Governance tokens can be used to make decisions within a certain ecosystem. While many online platforms leave the decision-making to executives, board members, or other important individuals, many DeFi services have adopted a governance model. This allows those who hold a certain amount of a given token to vote on decisions within the network.

Governance tokens originated in decentralized autonomous organizations (DAOs). DAOs focus on trustlessness and have no central authority. Instead, DAO members who hold the given DAO’s token can vote on decisions within the ecosystem, meaning that an organization’s progress relies on its members.

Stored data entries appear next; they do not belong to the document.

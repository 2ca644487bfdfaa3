"""Slopes of curves through points, from which cubics are made: smooth ones, and ones that keep the points' shape.

References: de Boor (1978), A Practical Guide to Splines, chapter IV; Fritsch and Butland (1984), A method for
constructing local monotone piecewise cubic interpolants, SIAM Journal on Scientific and Statistical Computing 5
(from memory).
"""

from __future__ import annotations

import numpy as np
from numpy.typing import NDArray

Array = NDArray[np.float64]


def spline_slopes(knots: Array, values: Array) -> Array:
    """Slopes at n knots of the cubic splines through each column of `values` (n x k), with not-a-knot ends.

    Two points make a line, three a parabola.
    """
    steps = np.diff(knots)
    rises = np.diff(values, axis=0) / steps[:, None]
    n = len(knots)
    if n == 2:
        return np.vstack([rises, rises])
    if n == 3:
        bend = (rises[1] - rises[0]) / (knots[2] - knots[0])
        return np.vstack([rises[0] - steps[0] * bend, rises[0] + steps[0] * bend, rises[1] + steps[1] * bend])
    below, diagonal, above, right = np.zeros(n), np.zeros(n), np.zeros(n), np.zeros_like(values)
    diagonal[1:-1] = 2 * (steps[:-1] + steps[1:])
    below[1:-1], above[1:-1] = steps[1:], steps[:-1]
    right[1:-1] = 3 * (steps[1:, None] * rises[:-1] + steps[:-1, None] * rises[1:])
    diagonal[0], above[0] = steps[1], steps[0] + steps[1]
    right[0] = ((3 * steps[0] + 2 * steps[1]) * steps[1] * rises[0] + steps[0] ** 2 * rises[1]) / above[0]
    diagonal[-1], below[-1] = steps[-2], steps[-1] + steps[-2]
    right[-1] = ((3 * steps[-1] + 2 * steps[-2]) * steps[-2] * rises[-1] + steps[-1] ** 2 * rises[-2]) / below[-1]
    return _tridiagonal(below, diagonal, above, right)


def _tridiagonal(below: Array, diagonal: Array, above: Array, right: Array) -> Array:
    """Elimination without a change of rows, for n equations and the columns of `right` (n x k)."""
    share, result = np.zeros(len(diagonal)), right.copy()
    share[0] = above[0] / diagonal[0]
    result[0] /= diagonal[0]
    for i in range(1, len(diagonal)):
        pivot = diagonal[i] - below[i] * share[i - 1]
        share[i] = above[i] / pivot
        result[i] = (result[i] - below[i] * result[i - 1]) / pivot
    for i in range(len(diagonal) - 2, -1, -1):
        result[i] -= share[i] * result[i + 1]
    return result


def shape_preserving_slopes(knots: Array, values: Array) -> Array:
    """Slopes at n knots with which cubics rise and fall only where each column of `values` (n x k) does.

    Inside it is the weighted harmonic mean of the slopes on both sides, zero where these differ in sign.
    """
    steps = np.diff(knots)[:, None]
    rises = np.diff(values, axis=0) / steps
    if len(knots) == 2:
        return np.vstack([rises, rises])
    slopes = np.zeros_like(values)
    before, after = rises[:-1], rises[1:]
    weights = (steps[:-1] + 2 * steps[1:], 2 * steps[:-1] + steps[1:])
    same = before * after > 0
    with np.errstate(all="ignore"):
        mean = (weights[0] + weights[1]) / (weights[0] / before + weights[1] / after)
    slopes[1:-1] = np.where(same, mean, 0.0)
    slopes[0] = _end_slope(steps[0], steps[1], rises[0], rises[1])
    slopes[-1] = _end_slope(steps[-1], steps[-2], rises[-1], rises[-2])
    return slopes


def _end_slope(step: Array, next_step: Array, rise: Array, next_rise: Array) -> Array:
    """The slope at an end of the parabola through the last three points, as far as it keeps the shape."""
    slope = ((2 * step + next_step) * rise - step * next_rise) / (step + next_step)
    slope = np.where(slope * rise > 0, slope, 0.0)
    return np.where((rise * next_rise <= 0) & (np.abs(slope) > 3 * np.abs(rise)), 3 * rise, slope)


def keep_shape(across: Array, up: Array, values: Array) -> tuple[Array, Array, Array]:
    """Slopes by both arguments and mixed slopes (each n x m) of bicubics over the grid `across` x `up`.

    Where two neighbouring rows (or columns) of points rise alike, so does all of the surface between them.  Slopes from
    the lines of the grid are made smaller until that holds for the control points of every cell in Bernstein's form.

    Reference: Carlson and Fritsch (1985), Monotone piecewise bicubic interpolation, SIAM Journal on Numerical Analysis
    22, for the aim (from memory); the way is our own and simpler.
    """
    right = _tamed(across, values, shape_preserving_slopes(across, values))
    ahead = _tamed(up, values.T, shape_preserving_slopes(up, values.T)).T
    one, other = shape_preserving_slopes(across, ahead), shape_preserving_slopes(up, right.T).T
    twist = np.where(one * other > 0, np.sign(one) * np.minimum(np.abs(one), np.abs(other)), 0.0)
    for attempt in range(60):
        room = np.minimum(_room(across, up, values, right, ahead, twist), 1.0)
        other_room = np.minimum(_room(up, across, values.T, ahead.T, right.T, twist.T).T, 1.0)
        if min(room.min(), other_room.min()) >= 1.0:
            break
        if attempt > 30:  # no more patience: flat
            room, other_room = (np.where(part < 1.0, 0.0, 1.0) for part in (room, other_room))
        ahead, right, twist = ahead * room, right * other_room, twist * np.minimum(room, other_room)
    return right, ahead, twist


def _tamed(knots: Array, values: Array, slopes: Array) -> Array:
    """Slopes of at most one and a half times the smaller rise beside them: then the control points are in order."""
    rises = np.abs(np.diff(values, axis=0)) / np.diff(knots)[:, None]
    least = np.minimum(np.vstack([rises[:1], rises]), np.vstack([rises, rises[-1:]]))
    return np.asarray(np.sign(slopes) * np.minimum(np.abs(slopes), 1.5 * least))


def _room(across: Array, up: Array, values: Array, right: Array, ahead: Array, twist: Array) -> Array:
    """For each node by which factor its slopes along `up` may be multiplied, so that cells rise along `across`."""
    width, height = np.diff(across)[:, None], np.diff(up)[None, :]
    rise = np.diff(values, axis=0)
    sign = np.sign(rise)
    alike = sign[:, :-1] * sign[:, 1:]  # rows below and above of every cell
    factor = np.ones_like(values)
    for side, at in ((1.0, slice(None, -1)), (-1.0, slice(1, None))):
        # Along a row of control points one third into the cell: three rises, each linear in the slopes along `up`.
        reach = side * height / 3
        low, high = ahead[:-1, at] * reach, ahead[1:, at] * reach
        tilt, other_tilt = twist[:-1, at] * reach * width / 3, twist[1:, at] * reach * width / 3
        first, last = right[:-1, at] * width / 3, right[1:, at] * width / 3
        whole = rise[:, at]
        fixed = (first, last, whole - first - last)
        moved = (tilt, other_tilt, high - low - tilt - other_tilt)
        for base, change in zip(fixed, moved, strict=True):
            base, change = base * sign[:, at], change * sign[:, at]
            short = (alike > 0) & (base + change < -1e-12 * np.abs(whole))
            allowed = np.where(short, np.maximum(base, 0.0) / np.where(short, -change, 1.0), 1.0) * np.where(
                short, 0.999, 1.0
            )
            np.minimum(factor[:-1, at], allowed, out=factor[:-1, at])
            np.minimum(factor[1:, at], allowed, out=factor[1:, at])
    return factor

That’s a rough outline of how governance tokens work. Let’s now get into the most popular governance tokens in the market.

1. AAVE

Aave is a decentralized lending platform built on the Ethereum blockchain, wherein users can both lend and borrow funds without the need for a third party or middleman. The Aave ecosystem is totally decentralized and is run by a community of over 120,000 governance token holders. The native token of the Aave protocol, known as AAVE, can be used to vote in decision-making processes within the ecosystem.

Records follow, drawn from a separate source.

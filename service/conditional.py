"""Conditional requests (RFC 9110, section 13): an answer that the caller has already is not sent again."""

from __future__ import annotations

from hashlib import sha256

from starlette.requests import Request
from starlette.responses import Response


def etag(content: bytes) -> str:
    """A strong validator of exactly these bytes."""
    return f'"{sha256(content).hexdigest()[:32]}"'


def unchanged(request: Request, tag: str) -> bool:
    """True where `If-None-Match` names the tag; compared weakly, as section 13.1.2 asks."""
    header = request.headers.get("if-none-match")
    if header is None:
        return False
    known = [candidate.strip().removeprefix("W/") for candidate in header.split(",")]
    return "*" in known or tag.removeprefix("W/") in known


def answer(
    request: Request, content: bytes, media_type: str, *, cache: str = "no-cache", headers: dict[str, str] | None = None
) -> Response:
    """The content with its validator, or 304 without it."""
    tag = etag(content)
    known = {"etag": tag, "cache-control": cache, **(headers or {})}
    if unchanged(request, tag):
        return Response(status_code=304, headers=known)
    return Response(content, headers=known, media_type=media_type)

AAVE token holders can vote on platform maintenance, implementing new features, adding new assets, and more. Essentially, Aave is in the hands of its thousands of token holders, making it a truly decentralized platform.

2. Maker

You may have heard of Maker, or MakerDAO before. MakerDAO is another decentralized lending platform built on the Ethereum blockchain, wherein users can lend and borrow various kinds of cryptos, including the Dai stablecoin and Ethereum.

Governance forms a huge part of the MakerDAO platform. While many associate Dai with MakerDAO, its governance token, Maker (MKR) is also very important. Those within the MakerDAO ecosystem who hold MKR funds can participate in the platform’s voting process, allowing them to play a role in its development. In addition, voters within the MakerDAO governance system can commit their MKR to delegates, streamlining the process and allowing selected members to represent individual MKR holders.

3. Decred

Decred (DCR) is a cryptocurrency designed using Bitcoin’s code. This crypto has its own blockchain and plays an important role in the network’s governance model.

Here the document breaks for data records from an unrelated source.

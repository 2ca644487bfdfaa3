"""Colours by measure: what is set in the style sheet is readable, and the same as what figures use."""

import re

import pytest

from web.assets import STATIC
from web.palette import LINES

TEXT, GRAPHIC = 4.5, 3.0  # WCAG 2.2, success criteria 1.4.3 and 1.4.11

TOKENS = {
    name: {"light": light, "dark": dark}
    for name, light, dark in re.findall(
        r"--([\w-]+): light-dark\((#\w{6}), (#\w{6})\)", (STATIC / "css/tokens.css").read_text(encoding="utf-8")
    )
}


def contrast(first, second):
    """Contrast ratio of two colours, WCAG 2.2."""
    low, high = sorted(_luminance(colour) for colour in (first, second))
    return (high + 0.05) / (low + 0.05)


def _luminance(colour):
    channels = [int(colour[place : place + 2], 16) / 255 for place in (1, 3, 5)]
    linear = [c / 12.92 if c <= 0.04045 else ((c + 0.055) / 1.055) ** 2.4 for c in channels]
    return 0.2126 * linear[0] + 0.7152 * linear[1] + 0.0722 * linear[2]


def test_contrast_is_computed_as_the_standard_says():
    assert contrast("#ffffff", "#000000") == pytest.approx(21)
    assert contrast("#777777", "#ffffff") == pytest.approx(4.48, abs=0.01)  # just fails: a well-known example


@pytest.mark.parametrize("scheme", ["light", "dark"])
@pytest.mark.parametrize(
    ("ink", "papers", "least"),
    [
        ("ink", ("paper", "sheet", "well", "brass-wash", "good-wash", "bad-wash", "mark"), TEXT),
        ("faint", ("paper", "sheet", "well"), TEXT),
        ("act", ("paper", "sheet", "well", "brass-wash"), TEXT),
        ("act-deep", ("paper", "sheet", "well"), TEXT),
        ("on-act", ("act", "act-deep"), TEXT),
        ("brass", ("paper", "sheet", "brass-wash"), TEXT),
        ("good", ("paper", "sheet", "good-wash"), TEXT),
        ("bad", ("paper", "sheet", "bad-wash"), TEXT),
        ("edge", ("paper", "sheet", "well"), GRAPHIC),
    ],
)
def test_text_and_outlines_stand_out_from_what_is_behind_them(scheme, ink, papers, least):
    measured = {paper: contrast(TOKENS[ink][scheme], TOKENS[paper][scheme]) for paper in papers}
    assert {paper: ratio for paper, ratio in measured.items() if ratio < least} == {}


@pytest.mark.parametrize("number", range(1, len(LINES) + 1))
def test_figures_and_style_sheet_agree_on_a_line(number):
    line = LINES[number - 1]
    assert TOKENS[f"line-{number}"] == {"light": line.light, "dark": line.dark}
    assert contrast(line.light, TOKENS["sheet"]["light"]) >= GRAPHIC
    assert contrast(line.dark, TOKENS["sheet"]["dark"]) >= GRAPHIC


def test_no_two_lines_share_a_dash():
    assert len({line.dash for line in LINES}) == len(LINES)


def test_a_registered_colour_starts_as_the_light_one():
    css = (STATIC / "css/tokens.css").read_text(encoding="utf-8")
    registered = dict(re.findall(r"@property --([\w-]+) \{[^}]*initial-value: (#\w{6})", css))
    assert registered == {name: TOKENS[name]["light"] for name in registered}
    assert registered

Decred uses a ticket-based voting model, wherein DCR holders can lock their funds for a certain period to purchase voting tickets. Voting with Decred can take place both on- and off-chain. Decred’s on-chain voting involves the random selection of voting tickets through mining. When the ticket is selected, that member’s DCR funds are temporarily locked, and the ticket is issued.

In Decred’s off-chain voting process, proposals are made via Politeia, a platform concerned with Decred’s governance. The two governance types have different voting decisions, though one involves proposal submissions with a fee, and the other does not.

4. Compound

The Compound protocol is another lending and borrowing platform based on the Ethereum blockchain. It is also a DAO, with a prominent governance system that uses the COMP ERC-20 token.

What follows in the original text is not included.